I had Hario grinder as seen in the link. Pretty bad and inconsistent!

Donated to @DoubleShot who might have had better experience with it?


----------



## Rupert (Mar 31, 2016)

Thanks for the advice. One of these you reckon?


----------



## froggystyle (Oct 30, 2013)

Yes, but what are you grinding for, espresso or brewed?

The rhino can be a task, more so if you are grinding for a lot of drinks per day.


----------



## Rupert (Mar 31, 2016)

froggystyle said:


> Yes, but what are you grinding for, espresso or brewed?
> 
> The rhino can be a task, more so if you are grinding for a lot of drinks per day.


I'm only grinding brewed (drip filter) and brewing 4 - 5 cups a day


----------



## froggystyle (Oct 30, 2013)

I would consider the feldgrind or hausgrind, its a bit more, but i have a rhino and hausgrind, the rhino will become tedious, the hausgrind/feldgrind will not as much.


----------



## Rupert (Mar 31, 2016)

Mmm... rather expensive. I think I may as well get an electric if I'm going to pay that much.

Maybe I'll rethink the whole issue.

Thanks


----------



## aaronb (Nov 16, 2012)

You could look at the Wilfa although I haven't personally seen one in the wild yet.

I have a Hario Skerton which is a good office friendly grinder for the chemex. Wouldn't want to be doing it 4 or 5 times a day!


----------



## Rupert (Mar 31, 2016)

You know, the more I think about it, it seems that one can spend an awful lot of cash just to perform the seemingly simple task of grinding a bean. When one can pay anything from a tenner to several hundred pounds to do just that, I wonder if our palates can really notice the difference. I'd hazard a guess that mine probably can't.


----------



## Missy (Mar 9, 2016)

Probably tell the difference between a blade and a burr grinder, and be surprised at the difference. I'd hazard agreeing on if purely filter a super expensive one isn't necessary as you don't need the super fine grind. But others would doubtless disagree.


----------



## Jez H (Apr 4, 2015)

https://www.slurp.coffee/en/shop/wilfa-coffee-grinder-wscg-2/

very tempted with one of these to replace my electric De Longhi. Would I be able to tell the difference though?


----------



## Jez H (Apr 4, 2015)

http://londonsbestcoffee.com/news/product-review-wilfa-svart-coffee-grinder-available-from-workshop-coffee


----------



## Jez H (Apr 4, 2015)

I'm so close to buying one. Somebody please tell me why I shouldn't? Other than my wife will kill me......


----------



## James811 (May 10, 2014)

These look ok actually. May get one for brewed :/


----------



## jonbutler88 (Dec 31, 2015)

Looks ok, same ballpark as a feldgrind though.
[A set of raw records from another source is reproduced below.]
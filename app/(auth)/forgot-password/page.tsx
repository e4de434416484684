// Ask for a password-reset link by e-mail.
import Link from "next/link";
import { AuthForm } from "@/components/auth/auth-form";
import { requestResetAction } from "../actions";

export const metadata = { title: "Reset password" };

export default function ForgotPasswordPage() {
  return (
    <>
      <h1 className="mb-2 text-xl font-semibold">Reset your password</h1>
      <p className="muted mb-4 text-sm">We e-mail you a link that works for one hour.</p>
      <AuthForm
        action={requestResetAction}
        submitLabel="Send the link"
        fields={[{ name: "email", label: "E-mail", type: "email", autoComplete: "username" }]}
      />
      <p className="mt-4 text-sm">
        <Link href="/sign-in" className="text-ember-600 underline">
          Back to sign-in
        </Link>
      </p>
    </>
  );
}
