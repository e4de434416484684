// `npm run sweep -- --seed N --n M [--previous [--realigned]] [--clean] [--dispersion prism|grating-curved|grating-straight]`:
// automatic lamp calibration over M realistic instruments from seed N (tests/support/realistic-lamp.ts),
// scored against the generator's truth. Prints success, silent wrong, exceptions, CPU and breakdowns.
// `--realigned` re-records each instrument after a realignment (beyond a day's drift) instead of a day later.
import { formatSweep, runSweep } from "../tests/support/calibration-sweep";
import type { RealisticDispersion } from "../tests/support/realistic-lamp";

// `--samples` is the element-identification sweep (bench/sample-sweep.ts), routed here so both
// sweeps share `npm run sweep`.
if (process.argv.includes("--samples")) {
  void import("./sample-sweep");
} else {
  runCalibrationSweep();
}

function runCalibrationSweep() {
  const args = process.argv.slice(2);
  const value = (name: string, fallback: string) => {
    const at = args.indexOf(`--${name}`);
    return at >= 0 && at + 1 < args.length ? args[at + 1] : fallback;
  };
  const seed = Number(value("seed", "1"));
  const n = Number(value("n", "100"));
  if (!Number.isInteger(seed) || !Number.isInteger(n) || n < 1) {
    console.error(
      "usage: npm run sweep -- --seed N --n M [--previous [--realigned]] [--clean] [--dispersion KIND]",
    );
    process.exit(2);
  }
  const realigned = args.includes("--realigned");
  const withPrevious = realigned || args.includes("--previous");
  const clean = args.includes("--clean");
  const dispersion = value("dispersion", "") as RealisticDispersion | "";
  const records = runSweep({
    seed,
    n,
    withPrevious,
    change: realigned ? "realignment" : "day",
    lamp: { clean, ...(dispersion ? { dispersion } : {}) },
  });
  const mode = [
    withPrevious
      ? `re-recorded ${realigned ? "after a realignment" : "a day later"}, starting from the previous calibration`
      : "blind",
    clean ? "clean lamps" : "realistic lamps",
  ].join(", ");
  console.log(formatSweep(records, `calibration sweep: seed ${seed}, n ${n} (${mode})`));
}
I've been very impressed with my feld, a definite step up for the DeLonghi I had before. You'd be surprised at the difference, even when the functions of the two seem so similar. Hand grinding with the feld is also not such a big burden.


----------



## aaronb (Nov 16, 2012)

Rupert said:


> You know, the more I think about it, it seems that one can spend an awful lot of cash just to perform the seemingly simple task of grinding a bean. When one can pay anything from a tenner to several hundred pounds to do just that, I wonder if our palates can really notice the difference. I'd hazard a guess that mine probably can't.


You would. Go to a coffee shop that uses an EK43 for brewed and try a brew. Keep all other parameters the same and use a cheap grinder (easier said than done I know, but if they are amicable). You'll taste the difference.

You should also find it much easier to dial in on a better grinder.

It's actually really spurring how much affect grinders have on taste.


----------



## Jez H (Apr 4, 2015)

Well that's me £70 lighter & in need of a good excuse to give the wife.


----------



## aaronb (Nov 16, 2012)

Jez H said:


> Well that's me £70 lighter & in need of a good excuse to give the wife.


On the wilfa? post a review when you get it, tempted to get one for brewed for myself.


----------



## Jez H (Apr 4, 2015)

aaronb said:


> On the wilfa? post a review when you get it, tempted to get one for brewed for myself.


Yep, the Wilfa. Bought for Brewed also. Expecting (& praying!) for a big improvement over my trusty De Longhi. Which to be honest has been great for 18 months. That & my Aeropress got me, cheaply, in to the wonderful world of proper coffee.

will post a review in a week or 2.


----------



## James811 (May 10, 2014)

Where from for £70?


----------



## the_partisan (Feb 29, 2016)

Might please you that the winner for this year's Danish Aeropess competition was using the Wilfa.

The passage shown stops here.